*Work item*
You are asked to filter the data below and copy every line holding "toString".

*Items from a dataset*
Segment Open
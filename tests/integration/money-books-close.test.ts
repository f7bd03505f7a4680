// The treasurer's books, parts 2 and 3: recurring bills entered once per period through the one
// bill path (pause, end), the budget grid and budget against actual, the year-end close (one
// entry on 31 December, the year locked, never closed twice, the balance sheet unchanged), and
// the reports as PDF.
import { and, eq } from "drizzle-orm";
import { beforeAll, describe, expect, it } from "vitest";
import { GET as reportsRoute } from "@/app/api/clubs/[club]/money/reports/route";
import { budgetAccounts, budgetCells } from "@/db/queries/money-budget";
import { reportPostings } from "@/db/queries/money-reports";
import { bills, budgets, journalEntries, recurringBills, yearCloses } from "@/db/schema";
import { closeYearAction } from "@/lib/actions/money/close-year";
import { createRecurringBillAction } from "@/lib/actions/money/create-recurring-bill";
import { enterBillAction } from "@/lib/actions/money/enter-bill";
import { produceDueBillsAction } from "@/lib/actions/money/produce-due-bills";
import { reverseJournalEntry } from "@/lib/actions/money/reverse-entry";
import { saveBudgetAction } from "@/lib/actions/money/save-budget";
import { setRecurringBillStatusAction } from "@/lib/actions/money/set-recurring-bill-status";
import { isoDateInTimeZone, startOfMonthAfter } from "@/lib/dates";
import { budgetVsActual } from "@/lib/money/budget";
import { balanceSheet } from "@/lib/money/reports";
import { EMPTY, clubBySlug, db, form, signInAs } from "./helpers";
import { callRoute } from "./fleet-helpers";
import { seedScenario } from "./bookings-helpers";

const SLUG = "reedwater";
const TREASURER = "treasurer@hangarline.test";
const ADMIN = "admin@hangarline.test";
const MEMBER = "member@hangarline.test";
const key = () => crypto.randomUUID();

describe("the treasurer's books: recurring bills, budget, year-end close, PDF", () => {
  let today = "";
  let clubId = "";
  beforeAll(async () => {
    await seedScenario();
    const club = clubBySlug(SLUG);
    clubId = club.id;
    today = isoDateInTimeZone(new Date(), club.timeZone);
  }, 120_000);

  it("a recurring bill enters each due period once, through the one bill path; paused and ended ones enter nothing", async () => {
    signInAs(MEMBER);
    const firstOn = startOfMonthAfter(today, -2);
    const fields = { club: SLUG, vendor: "Cove Hangar Trust", reference: "LEASE-7", accountCode: "hangar-tie-down", amount: "450.00", cadence: "monthly", firstOn, endsOn: "", dueDays: "10" };
    expect((await createRecurringBillAction(EMPTY, form({ ...fields, idempotencyKey: key() }))).ok).toBe(false);
    expect(db().select().from(recurringBills).all()).toHaveLength(0);

    signInAs(TREASURER);
    const bad = await createRecurringBillAction(EMPTY, form({ ...fields, cadence: "weekly", endsOn: "2000-01-01", accountCode: "bank", idempotencyKey: key() }));
    expect(bad.ok).toBe(false);
    expect(Object.keys(bad.fieldErrors)).toEqual(expect.arrayContaining(["cadence"]));
    expect(db().select().from(recurringBills).all()).toHaveLength(0);

    const k = key();
    const saved = await createRecurringBillAction(EMPTY, form({ ...fields, idempotencyKey: k }));
    expect(saved, saved.message).toMatchObject({ ok: true });
    expect(await createRecurringBillAction(EMPTY, form({ ...fields, idempotencyKey: k }))).toEqual(saved);
    expect(db().select().from(recurringBills).all()).toHaveLength(1);
    const templateId = (saved.data as { recurringBillId: string }).recurringBillId;

    // Three months are due: the first of two months ago, of last month and of this month.
    const produced = await produceDueBillsAction(EMPTY, form({ club: SLUG, idempotencyKey: key() }));
    expect(produced, produced.message).toMatchObject({ ok: true, data: { produced: 3 } });
    expect(produced.message).toMatch(/^3 bills entered \(\$1,350\.00\): Cove Hangar Trust/);
    const made = db().select().from(bills).where(eq(bills.recurringBillId, templateId)).all();
    expect(made.map((b) => b.periodKey).sort()).toEqual([firstOn.slice(0, 7), startOfMonthAfter(today, -1).slice(0, 7), today.slice(0, 7)]);
    // Each through the one bill path: booked on its date, due ten days later, ready to pay under the approval amount.
    for (const b of made) {
      expect(b).toMatchObject({ amountMinor: 45_000, accountCode: "hangar-tie-down", status: "approved", reference: "LEASE-7" });
      expect(db().select().from(journalEntries).where(eq(journalEntries.id, b.entryId)).get()).toMatchObject({ kind: "bill", sourceKey: `bill-recurring:${templateId}:${b.periodKey}` });
    }

    // Running it again (a new submission, not a replay) enters nothing.
    const again = await produceDueBillsAction(EMPTY, form({ club: SLUG, idempotencyKey: key() }));
    expect(again, again.message).toMatchObject({ ok: true, data: { produced: 0 } });
    expect(db().select().from(bills).where(eq(bills.recurringBillId, templateId)).all()).toHaveLength(3);
    // And the database refuses a second bill for a period, whoever writes it.
    const one = made[0]!;
    expect(() => db().insert(bills).values({ ...one, id: crypto.randomUUID() }).run()).toThrow(/UNIQUE/);

    // Pause, resume, end.
    const paused = await setRecurringBillStatusAction(EMPTY, form({ club: SLUG, recurringBillId: templateId, status: "paused", idempotencyKey: key() }));
    expect(paused, paused.message).toMatchObject({ ok: true });
    expect((await setRecurringBillStatusAction(EMPTY, form({ club: SLUG, recurringBillId: templateId, status: "paused", idempotencyKey: key() }))).message).toMatch(/already paused/);
    db().update(recurringBills).set({ nextOn: today }).where(eq(recurringBills.id, templateId)).run(); // due again, but paused
    expect((await produceDueBillsAction(EMPTY, form({ club: SLUG, idempotencyKey: key() }))).data).toEqual({ produced: 0 });
    const ended = await setRecurringBillStatusAction(EMPTY, form({ club: SLUG, recurringBillId: templateId, status: "ended", idempotencyKey: key() }));
    expect(ended, ended.message).toMatchObject({ ok: true });
    expect((await setRecurringBillStatusAction(EMPTY, form({ club: SLUG, recurringBillId: templateId, status: "active", idempotencyKey: key() }))).message).toMatch(/has ended/);
    expect(db().select().from(recurringBills).where(eq(recurringBills.id, templateId)).get()?.status).toBe("ended");
  });

  it("the treasurer's budget grid saves whole or not at all, and budget against actual reads the postings", async () => {
    const year = Number(today.slice(0, 4));
    const mm = today.slice(5, 7);
    signInAs(ADMIN);
    expect((await saveBudgetAction(EMPTY, form({ club: SLUG, year: String(year), [`b.hangar-tie-down.${mm}`]: "500", idempotencyKey: key() }))).ok).toBe(false);
    signInAs(TREASURER);
    const bad = await saveBudgetAction(EMPTY, form({ club: SLUG, year: String(year), [`b.hangar-tie-down.${mm}`]: "500", "b.fuel-oil.01": "lots", "b.bank.01": "10", idempotencyKey: key() }));
    expect(bad.ok).toBe(false);
    expect(Object.keys(bad.fieldErrors).sort()).toEqual(["b.bank.01", "b.fuel-oil.01"]);
    expect(db().select().from(budgets).all()).toHaveLength(0);

    const k = key();
    const cells = { club: SLUG, year: String(year), [`b.hangar-tie-down.${mm}`]: "1,000.00", "b.fuel-oil.01": "250", "b.flight-income.01": "", idempotencyKey: k };
    const saved = await saveBudgetAction(EMPTY, form(cells));
    expect(saved, saved.message).toMatchObject({ ok: true, data: { changed: 2 } });
    expect(await saveBudgetAction(EMPTY, form(cells))).toEqual(saved);
    expect(budgetCells(db(), clubId, year).sort((a, b) => a.month.localeCompare(b.month))).toEqual(
      [{ accountCode: "fuel-oil", month: `${year}-01`, amountMinor: 25_000 }, { accountCode: "hangar-tie-down", month: `${year}-${mm}`, amountMinor: 100_000 }].sort((a, b) => a.month.localeCompare(b.month)),
    );
    // A blank cell clears it.
    expect((await saveBudgetAction(EMPTY, form({ club: SLUG, year: String(year), "b.fuel-oil.01": "", idempotencyKey: key() }))).data).toEqual({ changed: 1 });

    // This month's hangar bills (the recurring one's $450) against the $1,000 budget.
    const report = budgetVsActual(reportPostings(db(), clubId, { withoutYearEndClose: true }), budgetCells(db(), clubId, year), budgetAccounts(db(), clubId), { from: `${year}-${mm}`, to: `${year}-${mm}` });
    const hangar = report.lines.find((l) => l.code === "hangar-tie-down")!;
    expect(hangar.budgetMinor).toBe(100_000);
    expect(hangar.actualMinor).toBeGreaterThanOrEqual(45_000);
    expect(hangar.varianceMinor).toBe(100_000 - hangar.actualMinor);
  });

  it("closes last year once, in one entry on 31 December, locks it, and keeps the balance sheet as it was", async () => {
    const year = Number(today.slice(0, 4)) - 1;
    const yearEnd = `${year}-12-31`;
    signInAs(TREASURER);
    // An expense and some income in the year being closed.
    const bill = await enterBillAction(EMPTY, form({ club: SLUG, vendor: "Ridge Props Overhaul", billDate: `${year}-06-15`, dueOn: `${year}-07-15`, accountCode: "maintenance", amount: "320.00", idempotencyKey: key() }));
    expect(bill, bill.message).toMatchObject({ ok: true });
    const before = balanceSheet(reportPostings(db(), clubId, { to: yearEnd }), yearEnd);
    expect(before.balanced).toBe(true);

    expect((await closeYearAction(EMPTY, form({ club: SLUG, year: String(year + 1), idempotencyKey: key() }))).message).toMatch(/not over yet/);
    signInAs(ADMIN);
    expect((await closeYearAction(EMPTY, form({ club: SLUG, year: String(year), idempotencyKey: key() }))).ok).toBe(false);
    expect(db().select().from(yearCloses).all()).toHaveLength(0);

    signInAs(TREASURER);
    const k = key();
    const closed = await closeYearAction(EMPTY, form({ club: SLUG, year: String(year), idempotencyKey: k }));
    expect(closed, closed.message).toMatchObject({ ok: true });
    expect(closed.message).toMatch(new RegExp(`^${year} closed: (surplus|deficit) of \\$[\\d,]+\\.\\d{2} moved into retained funds on ${yearEnd}`));
    expect(await closeYearAction(EMPTY, form({ club: SLUG, year: String(year), idempotencyKey: k }))).toEqual(closed);
    const second = await closeYearAction(EMPTY, form({ club: SLUG, year: String(year), idempotencyKey: key() }));
    expect(second.ok).toBe(false);
    expect(second.message).toMatch(/already closed/);
    const rows = db().select().from(yearCloses).all();
    expect(rows).toHaveLength(1);
    const entry = db().select().from(journalEntries).where(and(eq(journalEntries.clubId, clubId), eq(journalEntries.kind, "year-end-close"))).all();
    expect(entry).toHaveLength(1);
    expect(entry[0]).toMatchObject({ entryDate: yearEnd, id: rows[0]!.entryId });
    // The closing entry is not reversed (that would reopen the year in the next one).
    const reversed = await reverseJournalEntry(EMPTY, form({ club: SLUG, entryId: entry[0]!.id, idempotencyKey: key() }));
    expect(reversed.ok).toBe(false);
    expect(reversed.message).toMatch(/not reversed/);

    // Income and expense stand at zero at the year's end; the balance sheet is unchanged and balanced.
    const postings = reportPostings(db(), clubId, { to: yearEnd });
    const perAccount = new Map<string, number>();
    for (const p of postings) if (p.accountType === "income" || p.accountType === "expense") perAccount.set(p.accountCode, (perAccount.get(p.accountCode) ?? 0) + p.debitMinor - p.creditMinor);
    expect([...perAccount.values()].every((v) => v === 0)).toBe(true);
    expect(balanceSheet(postings, yearEnd)).toEqual(before);
    expect(balanceSheet(reportPostings(db(), clubId), today).balanced).toBe(true);

    // The closed year's profit and loss is still readable (without the closing entry).
    const pnl = await callRoute(reportsRoute, `/api/clubs/${SLUG}/money/reports?report=profit-and-loss&from=${year}-01-01&to=${yearEnd}`, { club: SLUG });
    expect((pnl.body as { byAccount: { code: string; amountMinor: number }[] }).byAccount.find((l) => l.code === "maintenance")?.amountMinor).toBe(32_000);
    expect((pnl.body as { netMinor: number }).netMinor).toBe(rows[0]!.netIncomeMinor);

    // Locked: a bill dated in the closed year posts on the first open day, noting its date.
    const late = await enterBillAction(EMPTY, form({ club: SLUG, vendor: "Late Invoice Co", billDate: `${year}-11-20`, dueOn: `${year}-12-20`, accountCode: "maintenance", amount: "10.00", idempotencyKey: key() }));
    expect(late, late.message).toMatchObject({ ok: true });
    const lateBill = db().select().from(bills).where(eq(bills.vendor, "Late Invoice Co")).get()!;
    const lateEntry = db().select().from(journalEntries).where(eq(journalEntries.id, lateBill.entryId)).get()!;
    expect(lateEntry.entryDate).toBe(`${year + 1}-01-01`);
    expect(lateEntry.memo).toMatch(new RegExp(`dated ${year}-11-20, in a locked period`));
  });

  it("the reports download as PDF for the treasurer, not for a member", async () => {
    signInAs(TREASURER);
    const pdf = await callRoute(reportsRoute, `/api/clubs/${SLUG}/money/reports?report=profit-and-loss&from=${today.slice(0, 7)}-01&to=${today}&format=pdf`, { club: SLUG });
    expect(pdf.status).toBe(200);
    const bytes = Buffer.from(pdf.body as ArrayBuffer);
    expect(bytes.subarray(0, 5).toString()).toBe("%PDF-");
    // A US-dollar club without a locale prints on US Letter: 612 × 792 points (ANSI/ASME Y14.1).
    expect(bytes.toString("latin1")).toMatch(/\/MediaBox \[0 0 612 792\]/);
    const sheet = await callRoute(reportsRoute, `/api/clubs/${SLUG}/money/reports?report=balance-sheet&asOf=${today}&format=pdf`, { club: SLUG });
    expect(Buffer.from(sheet.body as ArrayBuffer).subarray(0, 5).toString()).toBe("%PDF-");
    signInAs(MEMBER);
    expect((await callRoute(reportsRoute, `/api/clubs/${SLUG}/money/reports?report=balance-sheet&asOf=${today}&format=pdf`, { club: SLUG })).status).toBeGreaterThanOrEqual(403);
  });
});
Segment Closed
*Response to the exercise*
    expect(bytes.subarray(0, 5).toString()).toBe("%PDF-");
    expect(bytes.toString("latin1")).toMatch(/\/MediaBox \[0 0 612 792\]/);
    expect(Buffer.from(sheet.body as ArrayBuffer).subarray(0, 5).toString()).toBe("%PDF-");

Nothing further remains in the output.